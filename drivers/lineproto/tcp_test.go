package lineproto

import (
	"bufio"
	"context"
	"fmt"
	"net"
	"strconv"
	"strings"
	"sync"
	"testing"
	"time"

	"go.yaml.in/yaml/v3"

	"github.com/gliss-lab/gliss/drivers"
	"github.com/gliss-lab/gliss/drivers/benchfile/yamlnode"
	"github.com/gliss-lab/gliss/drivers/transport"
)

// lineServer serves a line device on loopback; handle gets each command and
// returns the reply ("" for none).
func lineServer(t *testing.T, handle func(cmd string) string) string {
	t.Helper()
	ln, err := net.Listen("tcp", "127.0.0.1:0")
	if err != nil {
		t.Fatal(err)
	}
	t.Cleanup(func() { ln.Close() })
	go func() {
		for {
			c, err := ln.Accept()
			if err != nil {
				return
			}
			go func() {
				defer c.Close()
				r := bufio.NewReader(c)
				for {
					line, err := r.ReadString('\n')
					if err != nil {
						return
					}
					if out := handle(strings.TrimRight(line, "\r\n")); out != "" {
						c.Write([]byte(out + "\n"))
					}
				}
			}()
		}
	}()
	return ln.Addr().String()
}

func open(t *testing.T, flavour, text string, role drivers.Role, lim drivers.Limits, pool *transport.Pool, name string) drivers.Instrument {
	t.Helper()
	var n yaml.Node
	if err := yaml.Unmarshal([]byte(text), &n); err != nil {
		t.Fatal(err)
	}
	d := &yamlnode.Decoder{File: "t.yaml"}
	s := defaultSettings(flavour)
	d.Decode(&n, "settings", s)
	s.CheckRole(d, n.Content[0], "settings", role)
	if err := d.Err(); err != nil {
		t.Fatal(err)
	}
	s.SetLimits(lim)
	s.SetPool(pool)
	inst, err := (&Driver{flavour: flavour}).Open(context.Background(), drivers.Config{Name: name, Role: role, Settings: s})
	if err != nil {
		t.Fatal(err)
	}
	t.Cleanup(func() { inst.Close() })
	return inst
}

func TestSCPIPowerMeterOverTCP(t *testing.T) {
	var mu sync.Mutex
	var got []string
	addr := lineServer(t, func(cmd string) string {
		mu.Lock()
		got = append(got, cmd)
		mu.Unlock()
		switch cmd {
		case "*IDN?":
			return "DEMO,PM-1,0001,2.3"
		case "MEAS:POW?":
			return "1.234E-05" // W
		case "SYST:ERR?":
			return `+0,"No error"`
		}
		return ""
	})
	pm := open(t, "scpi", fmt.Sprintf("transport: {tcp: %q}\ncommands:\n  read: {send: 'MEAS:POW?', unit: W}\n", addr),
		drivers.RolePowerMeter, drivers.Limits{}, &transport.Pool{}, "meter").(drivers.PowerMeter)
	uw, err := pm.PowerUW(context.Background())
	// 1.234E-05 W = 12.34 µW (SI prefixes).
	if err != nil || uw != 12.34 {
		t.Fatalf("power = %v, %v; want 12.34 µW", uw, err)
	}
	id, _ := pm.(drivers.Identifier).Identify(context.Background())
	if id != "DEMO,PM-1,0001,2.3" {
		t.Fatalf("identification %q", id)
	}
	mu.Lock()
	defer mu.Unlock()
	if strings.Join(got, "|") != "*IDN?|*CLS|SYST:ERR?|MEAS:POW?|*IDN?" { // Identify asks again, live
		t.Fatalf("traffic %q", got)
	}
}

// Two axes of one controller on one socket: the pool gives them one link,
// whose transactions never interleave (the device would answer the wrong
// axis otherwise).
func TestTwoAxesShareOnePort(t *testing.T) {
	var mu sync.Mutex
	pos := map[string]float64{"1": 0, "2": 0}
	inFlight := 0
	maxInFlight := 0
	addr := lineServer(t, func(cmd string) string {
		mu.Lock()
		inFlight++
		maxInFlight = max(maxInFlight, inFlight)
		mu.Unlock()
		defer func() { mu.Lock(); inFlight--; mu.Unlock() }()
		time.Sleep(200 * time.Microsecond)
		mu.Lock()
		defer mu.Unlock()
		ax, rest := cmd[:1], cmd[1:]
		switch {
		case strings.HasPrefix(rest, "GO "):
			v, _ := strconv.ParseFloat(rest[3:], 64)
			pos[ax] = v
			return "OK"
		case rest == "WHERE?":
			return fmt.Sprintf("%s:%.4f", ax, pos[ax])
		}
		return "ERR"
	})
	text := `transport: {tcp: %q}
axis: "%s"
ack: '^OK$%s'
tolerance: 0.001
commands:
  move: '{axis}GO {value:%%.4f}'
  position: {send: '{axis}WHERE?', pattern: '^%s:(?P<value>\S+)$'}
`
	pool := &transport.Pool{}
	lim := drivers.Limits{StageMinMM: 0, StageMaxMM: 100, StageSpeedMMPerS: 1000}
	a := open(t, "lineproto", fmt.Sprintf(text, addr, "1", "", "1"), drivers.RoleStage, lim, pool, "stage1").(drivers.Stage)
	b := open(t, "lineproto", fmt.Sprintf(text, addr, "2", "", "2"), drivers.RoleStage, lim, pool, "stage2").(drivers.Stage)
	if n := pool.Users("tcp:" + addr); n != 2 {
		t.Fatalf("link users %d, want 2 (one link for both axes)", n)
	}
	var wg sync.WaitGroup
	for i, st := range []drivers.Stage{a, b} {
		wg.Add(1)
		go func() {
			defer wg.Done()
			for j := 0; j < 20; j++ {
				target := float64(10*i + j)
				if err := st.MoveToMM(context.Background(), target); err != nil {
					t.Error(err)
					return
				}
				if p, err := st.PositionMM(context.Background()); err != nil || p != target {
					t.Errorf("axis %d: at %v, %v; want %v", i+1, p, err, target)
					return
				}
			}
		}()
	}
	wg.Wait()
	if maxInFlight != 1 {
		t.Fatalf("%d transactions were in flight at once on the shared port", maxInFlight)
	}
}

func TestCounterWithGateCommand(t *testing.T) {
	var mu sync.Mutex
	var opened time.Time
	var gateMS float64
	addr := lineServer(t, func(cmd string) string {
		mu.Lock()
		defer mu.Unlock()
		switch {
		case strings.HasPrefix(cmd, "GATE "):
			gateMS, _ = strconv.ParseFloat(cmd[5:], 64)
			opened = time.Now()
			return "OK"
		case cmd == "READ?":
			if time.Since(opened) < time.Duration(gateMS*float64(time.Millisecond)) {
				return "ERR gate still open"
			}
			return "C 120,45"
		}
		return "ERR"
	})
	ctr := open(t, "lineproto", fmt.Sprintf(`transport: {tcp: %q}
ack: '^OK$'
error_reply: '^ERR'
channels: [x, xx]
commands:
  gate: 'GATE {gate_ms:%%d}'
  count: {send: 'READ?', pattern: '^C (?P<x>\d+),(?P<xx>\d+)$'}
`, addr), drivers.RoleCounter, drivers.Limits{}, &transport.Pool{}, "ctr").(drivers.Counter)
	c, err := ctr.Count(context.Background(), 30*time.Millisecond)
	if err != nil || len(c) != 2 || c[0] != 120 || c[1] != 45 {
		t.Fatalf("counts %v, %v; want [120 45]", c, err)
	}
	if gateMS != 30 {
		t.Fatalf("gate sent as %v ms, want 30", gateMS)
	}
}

○ ○ ○ ○

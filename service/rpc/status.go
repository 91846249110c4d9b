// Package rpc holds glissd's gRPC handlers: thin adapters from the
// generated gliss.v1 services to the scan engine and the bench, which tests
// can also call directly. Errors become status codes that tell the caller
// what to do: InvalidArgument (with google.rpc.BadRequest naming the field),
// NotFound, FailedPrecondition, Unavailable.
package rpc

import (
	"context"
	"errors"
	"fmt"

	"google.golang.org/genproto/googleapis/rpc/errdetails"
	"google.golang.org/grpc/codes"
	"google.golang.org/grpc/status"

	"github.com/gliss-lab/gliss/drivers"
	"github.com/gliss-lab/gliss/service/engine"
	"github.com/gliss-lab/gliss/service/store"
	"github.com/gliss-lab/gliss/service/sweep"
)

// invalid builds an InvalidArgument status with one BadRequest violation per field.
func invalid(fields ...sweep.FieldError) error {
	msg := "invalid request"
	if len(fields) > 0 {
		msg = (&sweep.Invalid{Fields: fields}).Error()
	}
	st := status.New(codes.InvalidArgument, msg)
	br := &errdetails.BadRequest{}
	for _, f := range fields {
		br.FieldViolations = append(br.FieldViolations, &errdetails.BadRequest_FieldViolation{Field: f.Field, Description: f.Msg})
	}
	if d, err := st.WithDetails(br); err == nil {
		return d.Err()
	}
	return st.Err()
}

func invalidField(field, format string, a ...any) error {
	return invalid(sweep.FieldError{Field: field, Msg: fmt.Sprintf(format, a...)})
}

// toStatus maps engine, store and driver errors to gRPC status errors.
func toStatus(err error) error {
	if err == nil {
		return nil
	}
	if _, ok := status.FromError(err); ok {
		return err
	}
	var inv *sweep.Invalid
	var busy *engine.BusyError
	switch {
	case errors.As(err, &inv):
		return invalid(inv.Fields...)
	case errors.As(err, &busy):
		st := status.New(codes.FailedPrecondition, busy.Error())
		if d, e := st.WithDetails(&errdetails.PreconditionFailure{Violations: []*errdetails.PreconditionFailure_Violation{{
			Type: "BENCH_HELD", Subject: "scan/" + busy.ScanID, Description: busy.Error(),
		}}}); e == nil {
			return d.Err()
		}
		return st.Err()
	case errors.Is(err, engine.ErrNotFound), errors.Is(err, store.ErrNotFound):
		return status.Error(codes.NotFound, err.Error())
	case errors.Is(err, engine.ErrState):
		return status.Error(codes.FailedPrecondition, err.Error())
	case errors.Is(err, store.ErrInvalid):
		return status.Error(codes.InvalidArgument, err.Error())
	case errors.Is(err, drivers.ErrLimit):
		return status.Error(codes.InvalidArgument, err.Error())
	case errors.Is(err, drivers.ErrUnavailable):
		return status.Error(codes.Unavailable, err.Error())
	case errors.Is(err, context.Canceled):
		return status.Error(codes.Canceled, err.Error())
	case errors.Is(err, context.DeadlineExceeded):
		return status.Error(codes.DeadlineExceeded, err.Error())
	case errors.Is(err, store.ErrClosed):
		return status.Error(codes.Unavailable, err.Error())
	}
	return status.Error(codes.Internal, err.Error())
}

○ ○ ○ ○

Each line of the data that includes "Description" should be copied.

#### [Solution to this exercise]
		br.FieldViolations = append(br.FieldViolations, &errdetails.BadRequest_FieldViolation{Field: f.Field, Description: f.Msg})
			Type: "BENCH_HELD", Subject: "scan/" + busy.ScanID, Description: busy.Error(),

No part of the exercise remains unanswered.